:: Recorded data
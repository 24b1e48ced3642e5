/**
 * Check bodies for the API tests, built here (never the demo seed). Models are invented.
 * Electrical figures: MCA 21.2 A / MOCP 35 A for a 16.0 A RLA compressor with a 1.2 A fan
 * (NEC 440.32 and 440.22(A) — values.json EL-04, EL-05).
 */
export const heatPump410a = {
  model: 'ZT-HP36-T1',
  systemType: 'heat-pump',
  refrigerant: 'R-410A',
  nominalTons: 3,
  meteringRequired: 'txv',
  liquidLineOdIn: 0.375,
  suctionLineOdIn: 0.875,
  mcaAmps: 21.2,
  mocpAmps: 35,
  voltage: '208/230',
  phase: 1,
};

/** A coil from an R-22 system whose factory TXV is set for R-22 (kept from the old system). */
export const r22TxvCoil = {
  model: 'ZT-OLDCOIL-30',
  minTons: 2.5,
  maxTons: 3.5,
  refrigerants: ['R-22'],
  meteringType: 'txv',
  meteringRefrigerant: 'R-22',
  meteringBidirectional: true,
};

/** A coil listed for R-410A with a bidirectional TXV for it. */
export const coil410a = {
  model: 'ZT-COIL-36',
  minTons: 2.5,
  maxTons: 3.5,
  refrigerants: ['R-410A'],
  meteringType: 'txv',
  meteringRefrigerant: 'R-410A',
  meteringBidirectional: true,
};

/** 1200 CFM on a 3-ton unit is 400 CFM/ton, the common design figure (common practice, no source). */
export const airHandler1200 = { model: 'ZT-AH-1200', kind: 'air-handler', minTons: 2, maxTons: 4, airflowCfm: 1200 };

export const inline = (spec: object, kept = false) => ({ spec, kept });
::::
All entries are to be retyped with no difference from the original.

__Result of this task__.
repository 24b1e48ced3642e5
/**
 * Check bodies for the API tests, built here (never the demo seed). Models are invented.
 * Electrical figures: MCA 21.2 A / MOCP 35 A for a 16.0 A RLA compressor with a 1.2 A fan
 * (NEC 440.32 and 440.22(A) — values.json EL-04, EL-05).
 */
export const heatPump410a = {
  model: 'ZT-HP36-T1',
  systemType: 'heat-pump',
  refrigerant: 'R-410A',
  nominalTons: 3,
  meteringRequired: 'txv',
  liquidLineOdIn: 0.375,
  suctionLineOdIn: 0.875,
  mcaAmps: 21.2,
  mocpAmps: 35,
  voltage: '208/230',
  phase: 1,
};

/** A coil from an R-22 system whose factory TXV is set for R-22 (kept from the old system). */
export const r22TxvCoil = {
  model: 'ZT-OLDCOIL-30',
  minTons: 2.5,
  maxTons: 3.5,
  refrigerants: ['R-22'],
  meteringType: 'txv',
  meteringRefrigerant: 'R-22',
  meteringBidirectional: true,
};

/** A coil listed for R-410A with a bidirectional TXV for it. */
export const coil410a = {
  model: 'ZT-COIL-36',
  minTons: 2.5,
  maxTons: 3.5,
  refrigerants: ['R-410A'],
  meteringType: 'txv',
  meteringRefrigerant: 'R-410A',
  meteringBidirectional: true,
};

/** 1200 CFM on a 3-ton unit is 400 CFM/ton, the common design figure (common practice, no source). */
export const airHandler1200 = { model: 'ZT-AH-1200', kind: 'air-handler', minTons: 2, maxTons: 4, airflowCfm: 1200 };

export const inline = (spec: object, kept = false) => ({ spec, kept });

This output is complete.